На втором году обучения Кристобаль чувствовал себя в Мадриде как рыба в воде. Он знал уже не только его достопримечательности, но и все злачные места. Вдобавок, он был хорош собой. В больших городах взрослеют быстрее. Из робкого юноши, выросшего на Кубе он превратился в молодого мужчину, статного и романтичного, полного жизненных соков, которые порою били через край. Редкая модель, из позировавших в Академии, не оказывалась в его постели. Уютная квартира на Плаза дель Конде дель Миранда, снятая отцом, превратилась в студенческий вертеп. И вскоре учеба пошла побоку. Шумные компании, возлияния и соблазнительные девицы окружали Кристобаля сутками напролет. Денег присылаемых из Гаваны вполне хватало, чтобы ни в чем себе не отказывать.
Ему удалось продержаться довольно долго. В письмах домой он врал, что по-прежнему очень загружен, что учеба требует от него напряжения всех сил и искренне жалел о том, что дома потратил столько времени впустую. Вопреки дороговизне столичной жизни, писал Кристобаль, при правильном подходе и распределении, можно довольствоваться всем необходимым. Так длилось до того момента, пока Пидаль, в угоду дружеским узам, не сообщил в письме к отцу, что Кристобаль отчислен и поинтересовался, вернулся ли его сын на Кубу. Вслед за этим Кристобалю пришло ледяное письмо от отца. В скупом, канцелярском тоне он сообщал, что отныне не собирается отправлять в Мадрид ни одного реала, поскольку люди, принимающие взрослые решение, должны быть в состоянии заботиться о себе.
Оказавшись без средств, он попробовал стать портретистом. Вскоре однако выяснилось, что работа с красками требовала глубоких знаний и навыков, которыми Кристобаль, к его сожалению, не обладал. Да, он с невиданной легкостью рисовал скетчи, научившись передавать характер. Но и только.
Эти наброски в скором времени привели его в будуары влиятельных мадридских дам. Высокий широкоплечий кубинец одевался со вкусом, носил трогательную испаньолку, рисовал как бог, нередко приукрашивая достоинства персонажа, и был неудержимым дьяволом в постели. Он разбивал сердца гроздьями. К его ногам стекались подношения в виде дорогих безделушек, денег и золота. Это была жизнь молодого жиголо, который среди множества благоволивших к нему женщин, зачастую замужних, мог иногда отыскать одну, к которой испытывал взаимные чувства. Остальных он просто использовал. Кристобаль был молод и ретив. У него не было ни времени, ни желания размышлять о морали.
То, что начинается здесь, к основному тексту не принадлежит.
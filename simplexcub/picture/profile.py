"""N ≥ 5: each node as a profile, its components sorted, largest first; lines are as thick as their weights."""

from __future__ import annotations

import numpy as np
from matplotlib.figure import Figure
from matplotlib.ticker import MaxNLocator

from simplexcub.picture import style
from simplexcub.picture.orbits import on_chamber, pattern_word, sorted_profiles
from simplexcub.picture.title import title, weight_text
from simplexcub.rule import Rule
from simplexcub.table.describe import counted

SIZE = (style.COLUMN, 2.9)
_THICKEST = 4.5
_THINNEST = 0.35
_INKS = ("#1f3b5c", "#e0a020", "#b5432a", "#8fc1b5", "#6b4c9a", "#9aa5b1")
_FEW = 12  # components that get a mark each


def paint(figure: Figure, rule: Rule) -> None:
    """One line per different profile, heaviest first."""
    profiles = sorted(sorted_profiles(rule), key=lambda item: -item[1])
    note = f"{counted(len(profiles), 'profile')}; lines are as thick as their weights"
    style.heading(figure, title(rule), note if on_chamber(rule) else f"nodes sorted: {note}")
    axes = figure.add_axes((0.12, 0.2, 0.85, 0.68))
    index = np.arange(1, rule.measure.N + 1)
    heaviest = max(abs(weight) for _, weight, _ in profiles)
    lines = []
    for k, (profile, weight, nodes) in enumerate(profiles):
        many = "" if nodes == 1 else f" ×{nodes}"
        shape, _ = style.mark(k)
        (line,) = axes.plot(
            index,
            profile,
            color=_INKS[k % len(_INKS)],
            linewidth=max(_THINNEST, _THICKEST * abs(weight) / heaviest),
            solid_capstyle="round",
            solid_joinstyle="round",
            marker=shape if rule.measure.N <= _FEW else "",
            markersize=4.0 / style.unit_area(shape) ** 0.5,
            markerfacecolor=style.PAPER,
            markeredgecolor=style.INK,
            markeredgewidth=0.6,
            zorder=2 + k / len(profiles),
            clip_on=False,
            label=f"{pattern_word(profile)}{many}, $W={weight_text(weight)}$",
        )
        lines.append(line)
    axes.set_xlabel("eigenvalue or component, from the largest", labelpad=1)
    axes.set_ylabel("value")
    axes.xaxis.set_major_locator(MaxNLocator(min(rule.measure.N, 10), integer=True))
    axes.tick_params(length=2)
    axes.set_ylim(bottom=min(0.0, float(rule.nodes.min())))
    level = 1 / rule.measure.N
    axes.axhline(level, color=style.GREY, linewidth=0.4, zorder=1)
    axes.annotate(
        "1/N",
        (1.0, level),
        (-2, 2),
        xycoords=("axes fraction", "data"),
        textcoords="offset points",
        ha="right",
        fontsize=style.SMALL,
        color=style.GREY,
    )
    for side in ("top", "right"):
        axes.spines[side].set_visible(False)
    if len(lines) <= style.MOST_IN_LEGEND:
        axes.legend(handles=lines, fontsize=style.SMALL, frameon=False, loc="upper right", handlelength=2.2)
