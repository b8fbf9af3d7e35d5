"""The words on a picture."""

from __future__ import annotations

from collections.abc import Sequence

from matplotlib.figure import Figure
from matplotlib.lines import Line2D

from simplexcub.picture import style
from simplexcub.picture.orbits import Group
from simplexcub.rule import Rule
from simplexcub.table.describe import counted, measure_name

_LONGEST = 60
_KEY_AREA = 18.0  # square points of a mark in a legend


def plain(text: str) -> str:
    """Text that no picture takes for a formula."""
    return text.replace("$", r"\$")


def title(rule: Rule) -> str:
    """What is drawn, in one line, or in two if it is long."""
    name = measure_name(rule.measure)
    what = f"degree {rule.degree}, {counted(len(rule), 'node')}"
    name = name if len(name) <= _LONGEST else f"{name[: _LONGEST - 1]}…"
    gap = ", " if len(name) + len(what) <= _LONGEST else "\n"
    return plain(f"{name}{gap}{what}")


def areas_note(rule: Rule, *, stems: bool = False) -> str:
    """How weights are drawn."""
    how = "lengths of stems are weights" if stems else "areas are proportional to weights"
    hollow = "; crossed nodes have negative weights" if min(rule.weights) < 0 and not stems else ""
    where = {"symmetric": "one ordered spectrum for each orbit; ", "ordered": "ordered spectra; "}.get(rule.space, "")
    return f"{where}{how}{hollow}"


def weight_text(weight: float) -> str:
    """A weight to three places, or to one digit where these show nothing."""
    return f"{weight:.3f}" if abs(weight) >= 0.0005 else f"{weight:.0e}"


def legend(figure: Figure, orbits: Sequence[Group], *, loc: str, anchor: tuple[float, float]) -> None:
    """Name the orbits, in up to three columns, unless there is only one or there are too many."""
    if not 1 < len(orbits) <= style.MOST_IN_LEGEND:
        return
    names = [f"{orbit.name}, $W={weight_text(orbit.weight)}$" for orbit in orbits]
    handles = []
    for k in range(len(orbits)):
        shape, colour = style.mark(k)
        size = (_KEY_AREA / style.unit_area(shape)) ** 0.5
        handles.append(
            Line2D([], [], linestyle="", marker=shape, markersize=size, color=colour, markeredgecolor=style.INK)
        )
        handles[-1].set_markeredgewidth(0.6)
    figure.legend(
        handles,
        names,
        loc=loc,
        bbox_to_anchor=anchor,
        ncols=min(3, len(orbits)),
        fontsize=style.SMALL,
        frameon=False,
        handletextpad=0.3,
        labelspacing=0.25,
        columnspacing=1.0,
        borderaxespad=0.2,
    )
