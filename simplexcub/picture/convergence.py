"""Errors of rules against their degree and against their number of nodes, beside the error of plain sampling."""

from __future__ import annotations

from collections.abc import Sequence
from typing import Any

import numpy as np
from matplotlib.figure import Figure
from matplotlib.ticker import LogLocator, MaxNLocator, NullFormatter

from simplexcub.picture import style
from simplexcub.picture.errors import Error
from simplexcub.picture.title import plain

SIZE = (style.PAGE, 2.9)
_LEAST = 1e-17  # an error of zero is drawn here


def paint(figure: Figure, errors: Sequence[Error], title: str, *, spread: float) -> None:
    """Two panels with one vertical axis."""
    style.heading(figure, plain(title))
    left = figure.add_axes((0.085, 0.155, 0.42, 0.72))
    right = figure.add_axes((0.56, 0.155, 0.42, 0.72), sharey=left)
    sizes = np.maximum([e.error for e in errors], _LEAST)
    nodes = np.array([e.nodes for e in errors])
    look: dict[str, Any] = {
        "color": style.COLOURS[0],
        "linewidth": 1.0,
        "marker": "o",
        "markersize": 4.5,
        "markerfacecolor": style.COLOURS[1],
        "markeredgecolor": style.INK,
        "markeredgewidth": 0.6,
    }
    left.plot([e.degree for e in errors], sizes, **look)
    right.plot(nodes, sizes, label="rules", **look)
    if spread > 0:
        reach = np.array([nodes.min(), max(nodes.max(), 10 * nodes.min())])
        label = "sampling, one standard deviation"
        right.plot(reach, spread / np.sqrt(reach), color=style.GREY, linewidth=1.0, linestyle=(0, (5, 2)), label=label)
        right.legend(fontsize=style.SMALL, frameon=False, loc="lower right", bbox_to_anchor=(1, 1), ncols=2)
    left.set_yscale("log")
    right.set_xscale("log")
    left.set_ylabel("error of the mean")
    left.set_xlabel("degree", labelpad=1)
    right.set_xlabel("nodes", labelpad=1)
    left.xaxis.set_major_locator(MaxNLocator(8, integer=True))
    left.yaxis.set_major_locator(LogLocator(numticks=9))
    right.tick_params(labelleft=False)
    for axes in (left, right):
        axes.grid(visible=True, which="major", color=style.MIST, linewidth=0.5)
        axes.set_axisbelow(True)
        axes.tick_params(which="both", length=2)
        axes.yaxis.set_minor_formatter(NullFormatter())
        for side in ("top", "right"):
            axes.spines[side].set_visible(False)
Однажды он почувствовал, что скучает. Бесконечные любовные похождения, вино и бессонные ночи способны были утомить кого угодно. Хуже того, ему показалось, что он теряет вкус. Обворожительные незнакомки напоминали готические соборы с их неудержимой тягой ввысь, к свету и совершенству. Но стоило приблизиться, разобраться, оказаться внутри – и он просыпался все в том же каменном мешке, где за легким рисунком стрельчатых арок скрывалась немецкая белиберда из чисел и формул, а самая утонченная французская роза была ничем иным, как геометрическим занудством, кусками разноцветного стекла, засиженного голубями. Касаться тонких миров ради того, чтобы рано или поздно превратиться в поршень – как это банально.